Mitigating memory corruption beyond CFI

While PAC/BTI specifically target control-flow, their presence indirectly strengthens memory safety. Attackers often chain memory corruption bugs to first craft an arbitrary read/write and then corrupt code pointers. PAC severely limits the utility of an arbitrary write, since most code and critical data pointers are PAC-protected. Other ARMv8.x features also contribute to memory safety – e.g., Apple’s M-series chips have support for the ARMv8.5 Memory Tagging Extension (MTE), a feature to catch buffer overflows/uses-after-free by tagging memory and pointers (Apple’s Xcode has an option for MTE-based heap debugging). Although not yet broadly enabled in macOS, the hardware capability means Apple could in the future deploy MTE to further guard against heap memory errors. Additionally, the ARMv8.3+ instruction set helps eliminate certain classes of errors; for instance, the JSCVT instruction ensures robust double-to-int conversion for JavaScript, which prevents bugs where out-of-range values could cause undefined behavior in JS engines – a subtle security improvement for browsers.

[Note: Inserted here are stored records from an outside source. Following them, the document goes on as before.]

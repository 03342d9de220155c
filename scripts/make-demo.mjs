// Draws the demo scenario: fixtures/demo/*.dxf. Run it after a change to a drawing below; the files are committed.
//   node scripts/make-demo.mjs
import { mkdirSync, writeFileSync } from 'node:fs'
import { join } from 'node:path'

const folder = join(import.meta.dirname, '..', 'fixtures', 'demo')
const number = (value) => String(Math.round(value * 1e6) / 1e6)
const pairs = (...list) => list.map(([code, value]) => `${code}\n${typeof value === 'number' ? number(value) : value}\n`).join('')

let handle = 0x30
const entity = (kind, layer, subclass, ...rest) =>
  pairs([0, kind], [5, (handle++).toString(16).toUpperCase()], [100, 'AcDbEntity'], [8, layer], [100, subclass], ...rest)

const line = (layer, x0, y0, x1, y1, extra = []) =>
  entity('LINE', layer, 'AcDbLine', ...extra, [10, x0], [20, y0], [11, x1], [21, y1])
const arc = (layer, x, y, r, from, to) => entity('ARC', layer, 'AcDbCircle', [10, x], [20, y], [40, r], [100, 'AcDbArc'], [50, from], [51, to])
const circle = (layer, x, y, r) => entity('CIRCLE', layer, 'AcDbCircle', [10, x], [20, y], [40, r])
const ellipse = (layer, x, y, mx, my, ratio) =>
  entity('ELLIPSE', layer, 'AcDbEllipse', [10, x], [20, y], [11, mx], [21, my], [40, ratio], [41, '0.0'], [42, String(2 * Math.PI)])
const polyline = (layer, vertices) =>
  entity('LWPOLYLINE', layer, 'AcDbPolyline', [90, vertices.length], [70, 1], ...vertices.flatMap(([x, y, bulge]) => [[10, x], [20, y], ...(bulge ? [[42, bulge]] : [])]))
const spline = (layer, degree, knots, control) =>
  entity('SPLINE', layer, 'AcDbSpline', [70, 8], [71, degree], [72, knots.length], [73, control.length], [74, 0], ...knots.map((k) => [40, k]), ...control.flatMap(([x, y]) => [[10, x], [20, y]]))
const text = (layer, x, y, height, words) => entity('TEXT', layer, 'AcDbText', [10, x], [20, y], [40, height], [1, words], [100, 'AcDbText'])
const insert = (layer, block, x, y, angle = 0, sx = 1, sy = 1) =>
  entity('INSERT', layer, 'AcDbBlockReference', [2, block], [10, x], [20, y], [41, sx], [42, sy], [50, angle])
const dimension = (x0, y0, x1, y1, lx, ly, angle, measured, words = '') =>
  entity('DIMENSION', 'DIM', 'AcDbDimension', [2, ''], [10, lx], [20, ly], [11, (lx + x0) / 2], [21, ly], [70, 32], [1, words], [42, measured], [100, 'AcDbAlignedDimension'], [13, x0], [23, y0], [14, x1], [24, y1], [50, angle], [100, 'AcDbRotatedDimension'])

/** Corners [x, y, r?]: the closed polyline with each corner rounded to its radius. */
function rounded(corners) {
  const n = corners.length
  return corners.flatMap(([x, y, r], i) => {
    if (!r) return [[x, y]]
    const [ax, ay] = corners[(i + n - 1) % n]
    const [bx, by] = corners[(i + 1) % n]
    const a = Math.atan2(ay - y, ax - x)
    const b = Math.atan2(by - y, bx - x)
    let turn = Math.PI - (((b - a) % (2 * Math.PI)) + 2 * Math.PI) % (2 * Math.PI)
    if (turn > Math.PI) turn -= 2 * Math.PI
    const t = r * Math.tan(Math.abs(turn) / 2)
    return [[x + t * Math.cos(a), y + t * Math.sin(a), -Math.tan(turn / 4)], [x + t * Math.cos(b), y + t * Math.sin(b)]]
  })
}
const box = (x0, y0, x1, y1, r = 0) => rounded([[x0, y0, r], [x1, y0, r], [x1, y1, r], [x0, y1, r]])

/** The same closed polyline as loose LINEs and ARCs. */
function loose(layer, vertices) {
  return vertices.map(([x0, y0, bulge], i) => {
    const [x1, y1] = vertices[(i + 1) % vertices.length]
    if (!bulge) return line(layer, x0, y0, x1, y1)
    const k = (1 - bulge * bulge) / (4 * bulge)
    const cx = (x0 + x1) / 2 - k * (y1 - y0)
    const cy = (y0 + y1) / 2 + k * (x1 - x0)
    const degrees = (x, y) => ((Math.atan2(y - cy, x - cx) * 180) / Math.PI + 360) % 360
    const [from, to] = bulge > 0 ? [degrees(x0, y0), degrees(x1, y1)] : [degrees(x1, y1), degrees(x0, y0)]
    return arc(layer, cx, cy, Math.hypot(x0 - cx, y0 - cy), from, to)
  }).join('')
}

function drawing(name, entities, { units = 4, version = 'AC1015', blocks = '', layers = ['PROFILE', 'DIM', 'CENTRE', 'TEXT'] } = {}) {
  const table = layers.map((layer) => pairs([0, 'LAYER'], [100, 'AcDbSymbolTableRecord'], [100, 'AcDbLayerTableRecord'], [2, layer], [70, 0], [62, 7], [6, layer === 'CENTRE' ? 'CENTER' : 'CONTINUOUS'])).join('')
  writeFileSync(join(folder, `${name}.dxf`), [
    pairs([0, 'SECTION'], [2, 'HEADER'], [9, '$ACADVER'], [1, version], [9, '$INSUNITS'], [70, String(units)], [0, 'ENDSEC']),
    pairs([0, 'SECTION'], [2, 'TABLES'], [0, 'TABLE'], [2, 'LAYER'], [70, String(layers.length)]), table, pairs([0, 'ENDTAB'], [0, 'ENDSEC']),
    blocks && pairs([0, 'SECTION'], [2, 'BLOCKS']) + blocks + pairs([0, 'ENDSEC']),
    pairs([0, 'SECTION'], [2, 'ENTITIES']), entities, pairs([0, 'ENDSEC'], [0, 'EOF']),
  ].join(''))
}
const block = (name, content) => pairs([0, 'BLOCK'], [8, '0'], [2, name], [70, '0'], [10, 0], [20, 0]) + content + pairs([0, 'ENDBLK'], [8, '0'])

mkdirSync(folder, { recursive: true })

// Mullion 60 × 118: two chambers and a glazing groove, one closed polyline each, with the order's dimensions drawn.
const mullion = (layer, dx, dy) => {
  const at = (v) => v.map(([x, y, b]) => [x + dx, y + dy, b])
  return polyline(layer, at(rounded([[-30, 0, 1], [30, 0, 1], [30, 90, 0.6], [8, 90, 0.5], [8, 118, 0.4], [3, 118, 0.4], [3, 100, 0.3], [-3, 100, 0.3], [-3, 118, 0.4], [-8, 118, 0.4], [-8, 90, 0.5], [-30, 90, 0.6]])))
    + polyline(layer, at(box(-27.4, 2.6, 27.4, 43, 1))) + polyline(layer, at(box(-27.4, 45.2, 27.4, 87.4, 1)))
}
drawing('mullion-60x118', mullion('PROFILE', 0, 0) + dimension(-30, 0, 30, 0, 30, -12, 0, 60) + dimension(30, 0, 30, 118, 46, 118, 90, 118)
  + line('CENTRE', 0, -8, 0, 126) + text('TEXT', -30, -28, 4, 'MULLION 60 x 118, 6060 T66'))

// Transom with a drip edge: unsymmetric, so that its principal axes are turned.
drawing('transom-60x74', polyline('PROFILE', rounded([[0, 0, 0.8], [85, 0, 0.8], [85, 3, 0.8], [60, 3, 1.5], [60, 60, 0.6], [40, 60, 0.5], [40, 74, 0.4], [36, 74, 0.4], [36, 64, 0.3], [24, 64, 0.3], [24, 74, 0.4], [20, 74, 0.4], [20, 60, 0.5], [0, 60, 0.6]]))
  + polyline('PROFILE', box(2.5, 3, 57.5, 57.5, 1)) + dimension(0, 0, 85, 0, 85, -10, 0, 85) + dimension(0, 0, 0, 60, -10, 60, 90, 60))

// Machine-frame bar 45 × 45 of loose lines and arcs: four open grooves and a round core.
const groove = [[-22.5, -22.5, 2], [-5, -22.5, 0.5], [-5, -18, 0.4], [-10, -18, 0.4], [-10, -14.5, 1], [-5.5, -10, 1], [5.5, -10, 1], [10, -14.5, 1], [10, -18, 0.4], [5, -18, 0.4], [5, -22.5, 0.5]]
const frame = [0, 1, 2, 3].flatMap((k) => groove.map(([x, y, r]) => [[x, y, r], [-y, x, r], [-x, -y, r], [y, -x, r]][k]))
drawing('frame-bar-45', loose('PROFILE', rounded(frame)) + circle('PROFILE', 0, 0, 5) + line('CENTRE', -28, 0, 28, 0) + line('CENTRE', 0, -28, 0, 28) + dimension(-22.5, -22.5, 22.5, -22.5, 22.5, -32, 0, 45))

// Welded press-frame beam: five plates that overlap where they are welded; a person states that each adds.
drawing('press-beam', [box(0, 0, 200, 20), box(0, 280, 200, 300), box(30, 18, 42, 282), box(158, 18, 170, 282), box(40, 140, 160, 152)].map((plate) => polyline('PLATES', plate)).join('')
  + dimension(0, 0, 200, 0, 200, -30, 0, 200) + dimension(200, 0, 200, 300, 240, 300, 90, 300), { layers: ['PLATES', 'DIM'] })

// Bracket angle with toe and root radii, turned as it sits on the slab.
const angle = rounded([[0, 0], [90, 0], [90, 8, 4], [8, 8, 9], [8, 60, 4], [0, 60]])
const turned = angle.map(([x, y, b]) => [x * Math.cos(0.3) - y * Math.sin(0.3), x * Math.sin(0.3) + y * Math.cos(0.3), b])
drawing('slab-angle', polyline('PROFILE', turned))

// Footbridge handrail: an elliptical tube with a flat groove for the light strip, arcs and lines between.
drawing('handrail', ellipse('PROFILE', 0, 0, 30, 0, 0.7) + ellipse('PROFILE', 0, 0, 26.5, 0, 0.66) + dimension(-30, 0, 30, 0, 30, -30, 0, 60))

// Cover cap: an outer spline closed by lines, as styling tools draw it.
drawing('cover-cap', spline('PROFILE', 3, [0, 0, 0, 0, 1, 2, 2, 2, 2], [[0, 0], [2, 14], [25, 22], [48, 14], [50, 0]])
  + line('PROFILE', 50, 0, 48, 0) + spline('PROFILE', 3, [0, 0, 0, 0, 1, 2, 2, 2, 2], [[48, 0], [46, 12.2], [25, 19.6], [4, 12.2], [2, 0]]) + line('PROFILE', 2, 0, 0, 0))

// Heat sink in the oldest form: POLYLINE and VERTEX, no unit in the file.
const fins = Array.from({ length: 8 }, (_, i) => [[i * 10, 6], [i * 10, 30], [i * 10 + 2, 30], [i * 10 + 2, 6]]).flat()
const sink = [[0, 0], [72, 0], ...[...fins].reverse().slice(0, -1)]
const old = (vertices) => pairs([0, 'POLYLINE'], [8, 'PROFILE'], [66, '1'], [70, '1'], [10, 0], [20, 0]) + vertices.map(([x, y]) => pairs([0, 'VERTEX'], [8, 'PROFILE'], [10, x], [20, y])).join('') + pairs([0, 'SEQEND'], [8, 'PROFILE'])
writeFileSync(join(folder, 'heat-sink.dxf'), pairs([0, 'SECTION'], [2, 'ENTITIES']) + old(sink) + pairs([0, 'ENDSEC'], [0, 'EOF']))

// Sash with solid jambs whose screw holes are blocks: placed, mirrored, and stretched to slots with elliptical ends.
const hole = block('SCREW HOLE', circle('0', 0, 0, 2.1))
drawing('sash-52', polyline('PROFILE', rounded([[0, 0, 0.5], [52, 0, 0.5], [52, 40, 0.5], [70, 40, 0.5], [70, 42, 0.5], [52, 42, 1], [0, 42, 0.5]]))
  + polyline('PROFILE', box(9, 1.8, 43, 40.2, 1)) + insert('PROFILE', 'SCREW HOLE', 4.5, 10) + insert('PROFILE', 'SCREW HOLE', 47.5, 10, 0, -1, 1)
  + insert('PROFILE', 'SCREW HOLE', 4.5, 31, 90, 1.8, 1) + insert('PROFILE', 'SCREW HOLE', 47.5, 31, 90, 1.8, 1), { blocks: hole })

// Hinge leaf drawn in inches, as the client's American office draws.
drawing('hinge-leaf', loose('PROFILE', rounded([[0, 0], [1.75, 0], [1.75, 0.125, 0.03], [0.5, 0.125, 0.0625], [0.5, 0.4, 0.05], [0, 0.4, 0.05]])) + circle('PROFILE', 0.25, 0.2, 0.0937)
  + dimension(0, 0, 1.75, 0, 1.75, -0.3, 0, 1.75), { units: 1 })

// Guide rail whose arcs another program exploded to chords of one circle.
const chords = Array.from({ length: 24 }, (_, i) => Math.PI - (Math.PI * i) / 24).map((t) => [30 + 18 * Math.cos(t), 22 + 18 * Math.sin(t)])
drawing('guide-rail', polyline('PROFILE', [[0, 0], [60, 0], [60, 22], [48, 22], ...chords.slice(1).reverse(), [12, 22], [0, 22]]))

// Thermally broken window bar: two shells, two strips that touch them, a loose steel insert.
drawing('thermal-bar', polyline('ALU', box(0, 0, 60, 40, 1)) + polyline('ALU', box(2, 2, 58, 38, 1)) + polyline('ALU', box(0, 64, 60, 104, 1)) + polyline('ALU', box(2, 66, 58, 102, 1))
  + polyline('STRIP', box(12, 40, 14, 64)) + polyline('STRIP', box(46, 40, 48, 64)) + polyline('STEEL', box(10, 8, 40, 32, 3)) + polyline('STEEL', box(12, 10, 38, 30, 1)), { layers: ['ALU', 'STRIP', 'STEEL'] })

// A sheet with a frame, title block and three details that lie apart.
drawing('facade-sheet', polyline('SHEET', box(-60, -60, 420, 240)) + polyline('SHEET', box(300, -60, 420, -30)) + text('SHEET', 306, -48, 6, 'DETAILS 1-3') + mullion('PROFILE', 0, 20)
  + polyline('PROFILE', rounded([[120, 0, 0.5], [180, 0, 0.5], [180, 3, 0.5], [123, 3, 1], [123, 60, 0.5], [120, 60, 0.5]])) + circle('PROFILE', 280, 60, 25) + circle('PROFILE', 280, 60, 22)
  + dimension(120, 0, 180, 0, 180, -15, 0, 60), { layers: ['PROFILE', 'SHEET', 'DIM'] })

ROP gadget reduction and attack surface

The overall impact of ARMv8.3-A in macOS is a drastic reduction in viable exploit techniques. Classic ROP shellcode is largely dead on Apple Silicon; attackers have had to explore new strategies (for example, data-only attacks or logic bugs) since executing arbitrary code via stack smashing is so much harder. Even if an attacker bypasses one mitigation, they often hit another. A pertinent example was an early analysis of PAC on the iPhone A12: a researcher found a way to forge PACs by abusing a “signing gadget” (a function that would inadvertently sign attacker-chosen data). Apple responded by hardening the system (ensuring such signing oracles are not available to attackers, and incorporating context like the stack pointer into PAC calculations to bind pointers to their stack frame). This iterative hardening shows how Apple has adopted ARMv8.3’s features not just in hardware but as part of a holistic security model in macOS.

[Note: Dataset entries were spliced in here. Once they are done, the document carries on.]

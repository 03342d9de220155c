// Makes a fresh clone ready: packages, browser, build. Imports nothing that npm has to install first.
import { spawnSync } from 'node:child_process'
import { createHash } from 'node:crypto'
import { existsSync, mkdirSync, readdirSync, readFileSync, rmSync, statSync, writeFileSync } from 'node:fs'
import path from 'node:path'
import { pack } from './packed.mjs'

const root = path.resolve(import.meta.dirname, '..')
const at = (...parts) => path.join(root, ...parts)
const dist = process.env.NEXT_DIST ?? '.next'

const HELP = `usage: node scripts/bootstrap.mjs [browser] [build]

Installs the packages where package.json, the lock file or Node changed. With
  browser   makes sure that there is a Chromium for the browser tests
  build     builds worker and pages where a source changed
Doing it again with nothing changed takes a moment only.`

class Refusal extends Error {}

function run(command, args, env = {}) {
  const { status, error } = spawnSync(command, args, { cwd: root, stdio: 'inherit', env: { ...process.env, ...env } })
  return !error && status === 0
}
const has = (command) => spawnSync('sh', ['-c', `command -v ${command}`]).status === 0
const isRoot = process.getuid?.() === 0

/** Debian packages, installed as root; anybody else is told the command. */
function debian(what, packages) {
  const command = `apt-get install -y --no-install-recommends ${packages.join(' ')}`
  if (!isRoot || !has('apt-get')) throw new Refusal(`${what} Install it, on Debian with: sudo ${command}`)
  console.log(`${what} Installing ${packages.join(', ')} from Debian …`)
  const quiet = { DEBIAN_FRONTEND: 'noninteractive' }
  if (!run('apt-get', ['update', '-qq'], quiet) || !run('apt-get', command.split(' ').slice(1), quiet)) {
    throw new Refusal(`${what} Debian could not install it. Try by hand: ${command}`)
  }
}

function checkNode() {
  const [major, minor] = process.versions.node.split('.').map(Number)
  if (major > 20 || (major === 20 && minor >= 19)) return
  throw new Refusal(
    `Sectionwright needs Node 20.19 or newer; this is ${process.versions.node}. Install it from https://nodejs.org.`,
  )
}

const lock = at('.next-bootstrap-lock')

function isAlive(pid) {
  try {
    process.kill(pid, 0)
    return true
  } catch (error) {
    return error.code === 'EPERM'
  }
}

/** One bootstrap at a time; the lock of a process that is gone is taken over. */
function takeLock() {
  for (let told = false; ; told = true) {
    try {
      mkdirSync(lock)
      writeFileSync(path.join(lock, 'pid'), String(process.pid))
      return
    } catch (error) {
      if (error.code !== 'EEXIST') throw error
    }
    const holder = existsSync(path.join(lock, 'pid')) ? Number(readFileSync(path.join(lock, 'pid'), 'utf8')) : 0
    const age = Date.now() - (statSync(lock, { throwIfNoEntry: false })?.mtimeMs ?? 0)
    if (holder ? !isAlive(holder) : age > 5000) rmSync(lock, { recursive: true, force: true })
    else {
      if (!told) console.log('Another command is preparing this folder; waiting for it …')
      Atomics.wait(new Int32Array(new SharedArrayBuffer(4)), 0, 0, 500)
    }
  }
}

const isStamped = (file, stamp) => existsSync(file) && readFileSync(file, 'utf8') === stamp

function packagesStamp() {
  const hash = createHash('sha256').update(`${process.version} ${process.platform} ${process.arch}`)
  for (const file of ['package.json', 'package-lock.json']) hash.update(readFileSync(at(file)))
  return hash.digest('hex')
}

/** Was exactly this lock file installed by hand? */
function isInstalled() {
  if (!existsSync(at('node_modules/.package-lock.json'))) return false
  const wanted = JSON.parse(readFileSync(at('package-lock.json'), 'utf8')).packages
  const found = JSON.parse(readFileSync(at('node_modules/.package-lock.json'), 'utf8')).packages
  return Object.entries(wanted).every(
    ([name, { version, optional }]) => name === '' || optional || found[name]?.version === version,
  )
}

const sqliteLoads = () => spawnSync(process.execPath, ['-e', "require('better-sqlite3')(':memory:')"], { cwd: root }).status === 0

function installPackages() {
  const stamp = packagesStamp()
  if (isStamped(at('node_modules/.setup'), stamp)) return
  if (!(isInstalled() && sqliteLoads())) {
    console.log('Installing the packages; this takes some minutes the first time …')
    // without --include=dev NODE_ENV=production would leave the build without its tools
    const install = () => run('npm', ['ci', '--include=dev', '--no-audit', '--no-fund']) && sqliteLoads()
    if (!install()) {
      const missing = ['g++', 'make', 'python3'].filter((command) => !has(command))
      if (missing.length === 0) throw new Refusal('The packages could not be installed; the lines above say why.')
      debian(`SQLite has to be compiled here, and ${missing.join(', ')} is missing.`, ['g++', 'make', 'python3'])
      if (!install()) throw new Refusal('The packages could not be installed; the lines above say why.')
    }
  }
  writeFileSync(at('node_modules/.setup'), stamp)
}

const BROWSERS = ['/usr/bin/chromium', '/usr/bin/chromium-browser', '/usr/bin/google-chrome']

function findBrowser() {
  if (process.env.CHROMIUM || BROWSERS.some((file) => existsSync(file))) return
  debian('The browser tests need Chromium.', ['chromium', 'fonts-liberation'])
}

const SOURCES = ['app', 'components', 'db', 'lib', 'public', 'scripts/build-worker.mjs', 'scripts/packed.mjs']
const ROOT_SOURCES = /^(package(-lock)?\.json|tsconfig\.json|(next|postcss|tailwind)\.config\.\w+|proxy\.ts|instrumentation\.ts)$/

function filesUnder(place) {
  if (!existsSync(at(place))) return []
  if (!statSync(at(place)).isDirectory()) return [place]
  return readdirSync(at(place))
    .sort()
    .flatMap((name) => filesUnder(path.join(place, name)))
}

function sourcesStamp() {
  const hash = createHash('sha256').update(process.version)
  const files = [...SOURCES.flatMap(filesUnder), ...readdirSync(root).filter((name) => ROOT_SOURCES.test(name))]
  for (const file of files)
    hash
      .update(file)
      .update('\0')
      .update(readFileSync(at(file)))
  return hash.digest('hex')
}

async function build() {
  const stamp = sourcesStamp()
  const { ensureBuilt } = await import('./build-worker.mjs')
  await ensureBuilt().catch(() => {
    throw new Refusal('The worker could not be built; the lines above say why.')
  })
  if (isStamped(at(dist, '.setup'), stamp)) return
  console.log('Building the pages; this takes a minute …')
  rmSync(at(dist, '.setup'), { force: true })
  if (
    !run(process.execPath, ['node_modules/next/dist/bin/next', 'build'], { NODE_ENV: 'production', NEXT_TELEMETRY_DISABLED: '1' })
  ) {
    throw new Refusal('The pages could not be built; the lines above say why.')
  }
  pack(at(dist))
  writeFileSync(at(dist, '.setup'), stamp)
}

const wanted = process.argv.slice(2)
if (wanted.includes('--help')) {
  console.log(HELP)
  process.exit(0)
}
try {
  checkNode()
  takeLock()
  try {
    installPackages()
    if (wanted.includes('browser')) findBrowser()
    if (wanted.includes('build')) await build()
  } finally {
    rmSync(lock, { recursive: true, force: true })
  }
} catch (error) {
  if (!(error instanceof Refusal)) throw error
  console.error(error.message)
  process.exit(1)
}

Side-channel and brute-force resistance

Because PAC is implemented in hardware and keys never leave the CPU registers, it is difficult for an attacker to retrieve the keys via software. Apple further blocks reading of PAC key registers even at EL1 when “Apple PA” (pointer auth) is enabled. Brute-force attempts to guess a PAC are impractical – not only due to the large key space, but also because failures immediately crash the process (or kernel) on use, and the PAC is refreshed each boot. Thus, an attacker can’t brute-force PACs without constant crashes and cannot mine PAC values easily. This strengthens the overall robustness of the system against systematic exploitation.

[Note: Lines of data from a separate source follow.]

// Serves the sources with hot reload.
import { spawn } from 'node:child_process'
import path from 'node:path'
import { ensureBuilt } from './build-worker.mjs'

if (process.argv.includes('--help')) {
  console.log(`usage: npm run dev

Serves the sources with hot reload on PORT (3000) and HOST (127.0.0.1).`)
  process.exit(0)
}

const root = path.resolve(import.meta.dirname, '..')
await ensureBuilt(['section.child', 'watchdog'])
const address = ['-H', process.env.HOST || '127.0.0.1', '-p', process.env.PORT || '3000']
const child = spawn(process.execPath, ['node_modules/next/dist/bin/next', 'dev', ...address], { cwd: root, stdio: 'inherit' })
for (const signal of ['SIGTERM', 'SIGINT']) process.on(signal, () => child.kill(signal))
child.on('exit', (code) => process.exit(code ?? 0))
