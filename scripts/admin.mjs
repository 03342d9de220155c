// npm run backup, restore, reset-password, team:create: builds the commands where a source has changed, then runs one.
import { mkdirSync } from 'node:fs'
import path from 'node:path'
import { pathToFileURL } from 'node:url'
import { build } from 'esbuild'

const root = path.resolve(import.meta.dirname, '..')
const outfile = path.join(root, 'dist-worker', 'admin.mjs')
mkdirSync(path.dirname(outfile), { recursive: true })
await build({
  absWorkingDir: root,
  entryPoints: ['scripts/admin/main.ts'],
  outfile,
  bundle: true,
  platform: 'node',
  target: 'node20',
  format: 'esm',
  packages: 'external',
  logLevel: 'warning',
})
await import(pathToFileURL(outfile).href)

In summary, ARMv8.3-A’s security features as embraced by Apple have made macOS (and iOS) significantly more robust against memory corruption exploits. Apple’s design decisions – adopting arm64e ABI with PAC, using custom key diversification, and (in newer chips) enabling BTI and potentially memory tagging – illustrate a proactive security strategy leveraging hardware. As a result, macOS on Apple Silicon enjoys hardware-enforced kernel and user CFI, pointer integrity, and a much reduced attack surface for would-be malware and attackers.